# Nalas first groom



## Aimee (May 6, 2013)

Nala had her first groom today, I'm really pleased with the results here is a picture of my princess!


----------



## Lottierachel (Mar 3, 2013)

Wow that is one fluffy puppy!! She looks gorgeous  

How old is Nala? Looks like they've done a really good job  

X


----------



## Aimee (May 6, 2013)

They have done a fab job am so happy with it was so worried!! She is 5 and a half months


----------



## Muttley Brody (Feb 14, 2012)

She looks so fluffy.

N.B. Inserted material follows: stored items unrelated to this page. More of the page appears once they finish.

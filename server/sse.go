package server

import (
	"encoding/json"
	"net/http"
	"sync"
	"time"
	"unicode/utf8"
)

// coalesceWindow bounds how long a chunk of a streaming reply may wait
// before it is written. A chunk that arrives when the stream was last
// written at least this long ago goes out at once; chunks that arrive
// sooner wait together and leave in one write when the window ends. A model
// that sends one piece every 50 ms or slower is streamed piece by piece; a
// faster one costs at most 20 writes a second per stream instead of one per
// token.
const coalesceWindow = 50 * time.Millisecond

// eventWriter writes Server-Sent Events (the WHATWG HTML "server-sent
// events" format: "event:" and "data:" lines, a blank line after each). It
// is the model responder's Sink while a reply streams. Chunks are coalesced
// within coalesceWindow; every other event (saved, reset, done, error) is
// written at once, after any chunks still waiting, so events keep their
// order. Each event keeps its own event/data lines: a coalesced write holds
// several whole events, never a merged one.
type eventWriter struct {
	w  http.ResponseWriter
	rc *http.ResponseController

	mu      sync.Mutex
	pending []byte      // encoded events not yet written
	last    time.Time   // when the stream was last written
	timer   *time.Timer // writes pending chunks when the window ends; nil until first needed
	armed   bool        // the timer is set
	closed  bool        // the handler is done: nothing more may be written
	err     error       // the first write error: the respondent left; generation goes on
}

func newEventWriter(w http.ResponseWriter) *eventWriter {
	h := w.Header()
	h.Set("Content-Type", "text/event-stream; charset=utf-8")
	h.Set("Cache-Control", "no-store")
	h.Set("X-Accel-Buffering", "no") // ask reverse proxies not to buffer the stream
	w.WriteHeader(http.StatusOK)
	ev := &eventWriter{w: w, rc: http.NewResponseController(w), pending: make([]byte, 0, 512)}
	if err := ev.rc.Flush(); err != nil {
		ev.err = err
	}
	ev.last = time.Now()
	return ev
}

// event writes a control event with v as its JSON data, after any pending
// chunks, and flushes.
func (e *eventWriter) event(name string, v any) {
	b, err := json.Marshal(v)
	e.mu.Lock()
	defer e.mu.Unlock()
	if e.err != nil || e.closed {
		return
	}
	if err != nil {
		e.err = err
		return
	}
	e.pending = appendEvent(e.pending, name, b)
	e.flushLocked()
}

// Chunk sends a piece of the reply as it arrives, coalesced with the
// pieces that follow it within coalesceWindow.
func (e *eventWriter) Chunk(text string) {
	e.mu.Lock()
	defer e.mu.Unlock()
	if e.err != nil || e.closed {
		return
	}
	e.pending = appendChunk(e.pending, text)
	if e.armed {
		return // the timer writes it with the others
	}
	wait := coalesceWindow - time.Since(e.last)
	if wait <= 0 {
		e.flushLocked()
		return
	}
	e.armed = true
	if e.timer == nil {
		e.timer = time.AfterFunc(wait, e.flushTimer)
	} else {
		e.timer.Reset(wait)
	}
}

// Reset tells the page that the reply starts over after a failed attempt.
func (e *eventWriter) Reset() { e.event("reset", struct{}{}) }

// close ends the stream's writing when its handler returns: the response
// may not be written after that, so a waiting timer must not fire into it.
// Pending chunks are dropped only if no final event was written, which
// happens only when the handler gives up on the stream.
func (e *eventWriter) close() {
	e.mu.Lock()
	defer e.mu.Unlock()
	e.closed = true
	if e.timer != nil {
		e.timer.Stop()
	}
	e.armed = false
}

func (e *eventWriter) flushTimer() {
	e.mu.Lock()
	defer e.mu.Unlock()
	e.armed = false
	if e.err != nil || e.closed || len(e.pending) == 0 {
		return
	}
	e.flushLocked()
}

// flushLocked writes what is pending in one write and flushes it to the
// connection. The caller holds e.mu.
func (e *eventWriter) flushLocked() {
	if e.armed {
		e.timer.Stop()
		e.armed = false
	}
	if len(e.pending) == 0 {
		return
	}
	_, err := e.w.Write(e.pending)
	if err == nil {
		err = e.rc.Flush()
	}
	e.err = err
	e.last = time.Now()
	if cap(e.pending) > 64<<10 {
		e.pending = make([]byte, 0, 512) // a long reply's buffer is not kept
	} else {
		e.pending = e.pending[:0]
	}
}

// appendEvent appends one event whose data is a single line of JSON.
func appendEvent(dst []byte, name string, data []byte) []byte {
	dst = append(dst, "event: "...)
	dst = append(dst, name...)
	dst = append(dst, "\ndata: "...)
	dst = append(dst, data...)
	return append(dst, "\n\n"...)
}

// appendChunk appends the chunk event {"text": text} without reflection.
func appendChunk(dst []byte, text string) []byte {
	dst = append(dst, "event: chunk\ndata: {\"text\":"...)
	dst = appendJSONString(dst, text)
	return append(dst, "}\n\n"...)
}

const hexDigits = "0123456789abcdef"

// appendJSONString appends s as a JSON string (RFC 8259 section 7), escaped
// byte for byte as encoding/json's Marshal escapes strings (its documented
// behaviour: <, > and & as \u003c, \u003e, \u0026; U+2028 and U+2029
// escaped; invalid UTF-8 replaced by U+FFFD), so that a chunk reads the same
// as it did when it was marshalled. TestAppendJSONString checks it against
// json.Marshal.
func appendJSONString(dst []byte, s string) []byte {
	dst = append(dst, '"')
	start := 0
	for i := 0; i < len(s); {
		if b := s[i]; b < utf8.RuneSelf {
			if b >= 0x20 && b != '"' && b != '\\' && b != '<' && b != '>' && b != '&' {
				i++
				continue
			}
			dst = append(dst, s[start:i]...)
			switch b {
			case '"', '\\':
				dst = append(dst, '\\', b)
			case '\b':
				dst = append(dst, '\\', 'b')
			case '\f':
				dst = append(dst, '\\', 'f')
			case '\n':
				dst = append(dst, '\\', 'n')
			case '\r':
				dst = append(dst, '\\', 'r')
			case '\t':
				dst = append(dst, '\\', 't')
			default:
				dst = append(dst, '\\', 'u', '0', '0', hexDigits[b>>4], hexDigits[b&0xF])
			}
			i++
			start = i
			continue
		}
		r, size := utf8.DecodeRuneInString(s[i:])
		if r == utf8.RuneError && size == 1 {
			dst = append(dst, s[start:i]...)
			dst = append(dst, `\ufffd`...)
			i += size
			start = i
			continue
		}
		if r == '\u2028' || r == '\u2029' {
			dst = append(dst, s[start:i]...)
			dst = append(dst, '\\', 'u', '2', '0', '2', hexDigits[r&0xF])
			i += size
			start = i
			continue
		}
		i += size
	}
	dst = append(dst, s[start:]...)
	return append(dst, '"')
}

They have certainly made a good job of her.


----------



## dio.ren (Jan 18, 2013)

Wow she looks great and nice and fluffy They did a really good job...love the little bow


----------



## DB1 (Jan 20, 2012)

That is a very nice groom, I like the fluffy look now although I didn't used to, they feel so soft like that (although for those not so keen it goes back pretty soon).


----------



## Ted (Jul 29, 2013)

Loving the look of your puppy  and the bow 
we are just deciding when Ted should have his first cut he's looking kinda scruffy now!!! lol


----------



## mairi1 (Mar 12, 2012)

Ah what a soft and fluffy girl 

xxx


----------



## Jedicrazy (Apr 26, 2011)

She looks lovely but bet that bow doesn't last long!


----------



## wilfiboy (Sep 18, 2010)

Beautiful girl xx


----------



## dmgalley (Aug 19, 2012)

Beautiful little fluffy girl. 

Sent from my SGH-T989 using Tapatalk 2


----------



## Jayded (Apr 5, 2013)

oh so cute!


----------